Is [holding out the last H observations of each time series as a test set] implemented in the fine-tuning code?

amazon-science / chronos-forecasting

Chronos: Pretrained (Language) Models for Probabilistic Time Series Forecasting

https://arxiv.org/abs/2403.07815

Apache License 2.0

2.53k stars 288 forks source link

Is [holding out the last H observations of each time series as a test set] implemented in the fine-tuning code? #198

Open Xiao-congxi opened 1 week ago

Xiao-congxi commented 1 week ago

Hi Chronos team, I notice in the paper that you used the last H observations of each time series as a held-out test set (all models are judged by the accuracy of their forecast on such held-out set, which no model had access to for training purposes).

However, I haven't found the implementation of this part in file train.py. Could you please guide me on which part of the code implements this?

lostella commented 6 days ago

@Xiao-congxi this is indeed nowhere in the code. This happened prior to applying TSMixup (see Algorithm 1 in Appendix A https://arxiv.org/pdf/2403.07815): the last H observations from each series of each dataset (note that H is dataset dependent) were sliced out before calling the TSMixup routine. The mixed data was stored (you find it at https://huggingface.co/datasets/autogluon/chronos_datasets/tree/main/training_corpus) and used directly with train.py, which at that point requires no further slicing of the data, for training the model.

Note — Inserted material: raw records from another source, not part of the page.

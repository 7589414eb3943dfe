"""Place each chart's vector PDF page into its slot as a form XObject, deterministically.

pikepdf's ``add_overlay`` names resources at random; here each chart gets a name we choose
(``/PlChart<n>``) and its own content stream, so the same inputs give the same bytes.
"""

from __future__ import annotations

import contextlib
import io
from collections.abc import Mapping, Sequence

import pikepdf

from service.assemble.pack import Slot
from service.errors import RenderFailed


def place(
    document: bytes,
    slots: list[Slot],
    charts: Sequence[bytes],
    page_of: Mapping[str, tuple[int, int]],
) -> bytes:
    """Put each slot's chart into ``document``: ``page_of[slot.chart_id]`` is (file, page) in
    ``charts``, the drawn chart files."""
    if not slots:  # a pack of tables and narrative only
        return _tidy(document)
    try:
        with contextlib.ExitStack() as stack:
            pdf = stack.enter_context(pikepdf.open(io.BytesIO(document)))
            # the sources stay open until the destination is saved
            sources = [stack.enter_context(pikepdf.open(io.BytesIO(c))) for c in charts]
            for number, slot in enumerate(slots):
                page = pdf.pages[slot.page]
                file, at = page_of[slot.chart_id]
                chart_page = sources[file].pages[at]
                form = pdf.copy_foreign(chart_page.as_form_xobject())
                name = page.add_resource(
                    form, pikepdf.Name.XObject, name=pikepdf.Name(f"/PlChart{number}")
                )
                rect = pikepdf.Rectangle(slot.x, slot.y, slot.x + slot.width, slot.y + slot.height)
                placement = page.calc_form_xobject_placement(
                    form, pikepdf.Name(str(name)), rect, allow_shrink=True, allow_expand=True
                )
                page.contents_add(pikepdf.Stream(pdf, placement), prepend=False)
            return _save(pdf)
    except (pikepdf.PdfError, KeyError, IndexError) as exc:
        raise RenderFailed.logged("the charts could not be placed in the pack", exc) from exc


def _tidy(document: bytes) -> bytes:
    with pikepdf.open(io.BytesIO(document)) as pdf:
        return _save(pdf)


def _save(pdf: pikepdf.Pdf) -> bytes:
    for page in pdf.pages:
        if "/Trans" in page.obj:
            del page.obj["/Trans"]  # reportlab's empty transition dicts (PDF/A dislikes them)
    out = io.BytesIO()
    pdf.save(
        out,
        deterministic_id=True,
        compress_streams=True,
        object_stream_mode=pikepdf.ObjectStreamMode.generate,
    )
    return out.getvalue()
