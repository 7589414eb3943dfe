"""The pack document (reportlab): cover, sections, tables, and the "Integrity checks" appendix.

Every user string is escaped before it reaches a Paragraph (reportlab paragraph text is markup), and
charts are reserved as fixed-size slots whose page and position are recorded while the document is
laid out, so :mod:`service.assemble.place` can put the vector chart pages there afterwards.
"""

from __future__ import annotations

import io
from collections.abc import Iterable, Sequence
from dataclasses import dataclass
from typing import Any
from xml.sax.saxutils import escape

from reportlab import rl_config
from reportlab.lib.units import inch
from reportlab.pdfbase.pdfmetrics import stringWidth
from reportlab.pdfgen import canvas
from reportlab.platypus import (
    BaseDocTemplate,
    CondPageBreak,
    Flowable,
    Frame,
    KeepTogether,
    LongTable,
    PageBreak,
    PageTemplate,
    Paragraph,
    Spacer,
    TableStyle,
)

from service import __version__
from service.assemble import fonts, layout
from service.wording import say

rl_config.invariant = 1  # fixed dates and ids: the same input gives the same bytes
rl_config.trustedSchemes = []  # no markup may fetch a URL (user text is escaped anyway)
rl_config.trustedHosts = []

CAUTION = (
    "These checks support, but do not replace, the report owner's judgement, the reporting "
    "standards that apply to this pack, and professional review. A check that passed shows "
    "that one rule was met, not that the figures are right."
)


@dataclass(frozen=True)
class ChartBlock:
    chart_id: str
    title: str
    subtitle: str | None
    note: str | None
    width_pt: float
    height_pt: float
    check_line: str
    source: str | None = None
    description: str | None = None


@dataclass(frozen=True)
class TableBlock:
    title: str
    header: list[str]
    rows: list[list[str]]
    numeric: list[bool]


@dataclass(frozen=True)
class SectionBlock:
    heading: str
    narrative: str | None
    blocks: list[ChartBlock | TableBlock]


@dataclass(frozen=True)
class AppendixRow:
    chart: str
    check: str
    status: str
    measured: str
    threshold: str
    explanation: str


@dataclass(frozen=True)
class PackContent:
    title: str
    period: str
    as_of: str
    owner: str
    audience: str | None
    status_line: str
    summary_line: str
    sections: list[SectionBlock]
    appendix: list[AppendixRow]
    sources: list[tuple[str, str]]
    fingerprint: str
    report_id: str
    locale: str = "en-GB"


@dataclass(frozen=True)
class Slot:
    chart_id: str
    page: int  # 0-based
    x: float
    y: float
    width: float
    height: float


class ChartSlot(Flowable):  # type: ignore[misc]
    """Reserves room for a chart and records where it landed."""

    def __init__(self, chart_id: str, width: float, height: float, found: list[Slot]) -> None:
        super().__init__()
        self.chart_id, self.width, self.height, self._found = chart_id, width, height, found

    def wrap(self, avail_width: float, avail_height: float) -> tuple[float, float]:
        return self.width, self.height

    def draw(self) -> None:
        x, y = self.canv.absolutePosition(0, 0)
        page = self.canv.getPageNumber() - 1
        self._found.append(Slot(self.chart_id, page, x, y, self.width, self.height))


def _text(value: str) -> str:
    """Escape user text for a Paragraph; keep paragraph breaks."""
    return escape(value).replace("\n", "<br/>")


FOOTER_SIZE = 7.5
FOOTER_LEADING = 9.5
FOOTER_Y = layout.MARGIN * 0.6
FOOTER_GAP = 12.0
"""The least room between the footer's text and the page number, in points."""


def _fit(text: str, font: str, width: float) -> str:
    """``text``, cut at a word and ended with "…" when it is wider than ``width`` points."""
    if stringWidth(text, font, FOOTER_SIZE) <= width:
        return text
    words = text.split(" ")
    while len(words) > 1:
        words.pop()
        cut = " ".join(words).rstrip(" ·,;") + " …"
        if stringWidth(cut, font, FOOTER_SIZE) <= width:
            return cut
    return "…"


def footer_lines(title: str, status: str, number: str, font: str) -> list[str]:
    """The footer's text, measured against the page number beside it: one line when the title and
    the status fit beside the number, else the title beside the number and the status on a line of
    its own below, using the frame's whole width (the status is never cut while it fits there)."""
    beside = layout.FRAME_WIDTH - stringWidth(number, font, FOOTER_SIZE) - FOOTER_GAP
    both = f"{title} · {status}"
    if stringWidth(both, font, FOOTER_SIZE) <= beside:
        return [both]
    return [_fit(title, font, beside), _fit(status, font, layout.FRAME_WIDTH)]


def _numbered(content: PackContent) -> type[canvas.Canvas]:
    regular = fonts.register()

    class NumberedCanvas(canvas.Canvas):  # type: ignore[misc]
        def __init__(self, *args: Any, **kwargs: Any) -> None:
            kwargs.setdefault("initialFontName", regular)
            super().__init__(*args, **kwargs)
            self._pages: list[dict[str, Any]] = []

        def showPage(self) -> None:  # noqa: N802 - reportlab's name
            self._pages.append(dict(self.__dict__))
            self._startPage()

        def save(self) -> None:
            total = len(self._pages)
            for state in self._pages:
                self.__dict__.update(state)
                self._footer(total)
                canvas.Canvas.showPage(self)
            canvas.Canvas.save(self)

        def _footer(self, total: int) -> None:
            self.saveState()
            self.setFont(regular, FOOTER_SIZE)
            self.setFillColor(layout.MUTED)
            number = say("page.number", content.locale, page=self._pageNumber, pages=total)
            right = layout.PAGE[0] - layout.MARGIN
            self.drawRightString(right, FOOTER_Y, number)
            lines = footer_lines(content.title, content.status_line, number, regular)
            for i, line in enumerate(lines):
                self.drawString(layout.MARGIN, FOOTER_Y - i * FOOTER_LEADING, line)
            self.restoreState()

    return NumberedCanvas


def build(content: PackContent) -> tuple[bytes, list[Slot]]:
    """Lay the pack out; return its PDF bytes and where each chart slot landed."""
    s = layout.styles()
    found: list[Slot] = []
    story: list[Flowable] = [*_cover(content, s), PageBreak()]
    for section in content.sections:
        story.extend(_section(section, s, found))
    story.extend([PageBreak(), *_appendix(content, s)])
    buffer = io.BytesIO()
    doc = BaseDocTemplate(
        buffer,
        pagesize=layout.PAGE,
        leftMargin=layout.MARGIN,
        rightMargin=layout.MARGIN,
        topMargin=layout.MARGIN,
        bottomMargin=layout.MARGIN,
        title=content.title,
        author=content.owner,
        subject=f"{content.period} · {content.status_line}",
        creator=f"Plumbline {__version__}",
        producer=f"Plumbline {__version__}",
        initialFontName=fonts.register(),
    )
    frame = Frame(
        layout.MARGIN,
        layout.MARGIN,
        layout.FRAME_WIDTH,
        layout.PAGE[1] - 2 * layout.MARGIN,
        id="body",
        leftPadding=0,
        rightPadding=0,
        topPadding=0,
        bottomPadding=0,
    )
    doc.addPageTemplates([PageTemplate(id="page", frames=[frame])])
    doc.build(story, canvasmaker=_numbered(content))
    return buffer.getvalue(), found


def _cover(content: PackContent, s: dict[str, Any]) -> Iterable[Flowable]:
    yield Spacer(1, 1.2 * inch)
    yield Paragraph(_text(content.title), s["title"])
    meta = [
        f"Reporting period: {_text(content.period)}",
        f"Data as of: {_text(content.as_of)}",
        f"Owner: {_text(content.owner)}",
    ]
    if content.audience:
        meta.append(f"Audience: {_text(content.audience)}")
    meta.append(f"Report id: {_text(content.report_id)}")
    yield Paragraph("<br/>".join(meta), s["cover_meta"])
    yield Paragraph(_text(content.status_line), s["status"])
    yield Paragraph(
        f"Integrity: {_text(content.summary_line)}. The appendix lists every check of every chart.",
        s["body"],
    )
    yield Paragraph(_text(CAUTION), s["caution"])


def _section(section: SectionBlock, s: dict[str, Any], found: list[Slot]) -> Iterable[Flowable]:
    yield CondPageBreak(2.5 * inch)
    yield Paragraph(_text(section.heading), s["h1"])
    for paragraph in (section.narrative or "").split("\n\n"):
        if paragraph.strip():
            yield Paragraph(_text(paragraph.strip()), s["body"])
    for block in section.blocks:
        if isinstance(block, ChartBlock):
            parts: list[Flowable] = [Paragraph(_text(block.title), s["h2"])]
            if block.subtitle:
                parts.append(Paragraph(_text(block.subtitle), s["subtitle"]))
            parts.append(ChartSlot(block.chart_id, block.width_pt, block.height_pt, found))
            if block.source:
                parts.append(Paragraph(f"Source: {_text(block.source)}", s["muted"]))
            if block.note:
                parts.append(Paragraph(_text(block.note), s["muted"]))
            if block.description:
                parts.append(
                    Paragraph(f"<i>Text alternative:</i> {_text(block.description)}", s["small"])
                )
            parts.append(Paragraph(_text(block.check_line), s["muted"]))
            yield KeepTogether(parts)
        else:
            yield from _table(block, s)
    yield Spacer(1, 10)


def _grid(
    rows: Sequence[Sequence[str]],
    widths: list[float],
    s: dict[str, Any],
    numeric: Sequence[bool] | None = None,
    colours: dict[int, Any] | None = None,
) -> LongTable:
    cells = [
        [Paragraph(_text(v), s["cell_head"] if r == 0 else s["cell"]) for v in row]
        for r, row in enumerate(rows)
    ]
    table = LongTable(cells, colWidths=widths, repeatRows=1, hAlign="LEFT")
    commands: list[tuple[Any, ...]] = [
        ("FONT", (0, 0), (-1, -1), fonts.register(), 7.5),  # else reportlab sets Helvetica
        ("INNERGRID", (0, 0), (-1, -1), 0.3, layout.RULE),
        ("BOX", (0, 0), (-1, -1), 0.3, layout.RULE),
        ("LINEBELOW", (0, 0), (-1, 0), 0.8, layout.INK),
        ("VALIGN", (0, 0), (-1, -1), "TOP"),
        ("TOPPADDING", (0, 0), (-1, -1), 2.5),
        ("BOTTOMPADDING", (0, 0), (-1, -1), 2.5),
        ("LEFTPADDING", (0, 0), (-1, -1), 3),
        ("RIGHTPADDING", (0, 0), (-1, -1), 3),
    ]
    for r, colour in (colours or {}).items():
        commands.append(("TEXTCOLOR", (2, r), (2, r), colour))
    table.setStyle(TableStyle(commands))
    if numeric:
        for r in range(1, len(rows)):
            for c, is_number in enumerate(numeric):
                if is_number:
                    cells[r][c].style = _right(s["cell"])
    if _taller_than_page(table):  # a long source line quoted in a check, say: split the row
        table.splitInRow = 1
    return table


def _taller_than_page(table: LongTable) -> bool:
    """A row that cannot fit on one page (reportlab would give up); rows that fit are kept whole."""
    height = layout.PAGE[1] - 2 * layout.MARGIN
    table.wrap(layout.FRAME_WIDTH, height)
    tallest = float(max(table._rowHeights, default=0))
    return bool(tallest > height - 40)


def _right(style: Any) -> Any:
    from reportlab.lib.enums import TA_RIGHT
    from reportlab.lib.styles import ParagraphStyle

    return ParagraphStyle(f"{style.name}_right", parent=style, alignment=TA_RIGHT)


def _table(block: TableBlock, s: dict[str, Any]) -> Iterable[Flowable]:
    yield Paragraph(_text(block.title), s["h2"])
    yield _grid([block.header, *block.rows], _widths(block), s, block.numeric)
    yield Spacer(1, 8)


def _widths(block: TableBlock) -> list[float]:
    """Columns as wide as their longest cell (about 4.4 pt a character at 7.5 pt), shrunk to the
    frame only when they would not fit."""
    natural = [
        max(len(row[c]) for row in [block.header, *block.rows]) * 4.4 + 12
        for c in range(len(block.header))
    ]
    total = sum(natural)
    scale = min(1.0, layout.FRAME_WIDTH / total) if total else 1.0
    return [w * scale for w in natural]


def _appendix(content: PackContent, s: dict[str, Any]) -> Iterable[Flowable]:
    yield Paragraph("Integrity checks", s["h1"])
    yield Paragraph(
        f"{_text(content.summary_line)}. Every check of every chart is listed below with what it "
        "measured and the threshold it applies. <b>corrected</b>: the definition asked for "
        "something that breaks the rule, and the honest form was drawn instead. <b>waived</b>: "
        "the breach was accepted, with the reason and by whom. <b>failed</b>: the rule is broken "
        "and the pack cannot be signed off until it is fixed or waived.",
        s["body"],
    )
    yield Paragraph(_text(CAUTION), s["caution"])
    header = ["Chart", "Check", "Status", "Measured", "Threshold", "Explanation"]
    rows = [
        [r.chart, r.check, r.status, r.measured, r.threshold, r.explanation]
        for r in content.appendix
    ]
    colours = {
        i + 1: layout.STATUS_COLOURS.get(r.status, layout.INK)
        for i, r in enumerate(content.appendix)
    }
    w = layout.FRAME_WIDTH
    widths = [w * 0.16, w * 0.17, w * 0.09, w * 0.11, w * 0.14, w * 0.33]
    yield _grid([header, *rows], widths, s, colours=colours)
    yield Spacer(1, 12)
    yield Paragraph("Sources of the rules", s["h2"])
    for check, source in content.sources:
        yield Paragraph(f"<b>{_text(check)}</b>: {_text(source)}", s["small"])
    yield Spacer(1, 10)
    yield Paragraph(
        f"Definition fingerprint (SHA-256 of the definition as received): "
        f"{_text(content.fingerprint)}",
        s["small"],
    )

Xiao-congxi commented 6 days ago

Thank you for your prompt response! This approach is indeed convenient. With that in mind, I have another question. In your paper, when conducting in-domain evaluation on a specific dataset in benchmark1 (for example, electricity_hourly), since it has already been mixed into the pre-training data, does that mean there’s no need for additional fine-tuning, but directly making the prediction?

lostella commented 6 days ago

For the in-domain evaluation (datasets in Benchmark I) we did not do any fine-tuning, but directly predicted as you say.

One could do additional fine-tuning, and potentially see improvements, but we did not run that experiment. We only tested fine-tuning on Benchmark II datasets (see Figure 6).

Xiao-congxi commented 6 days ago

I understand. Thanks again for your help!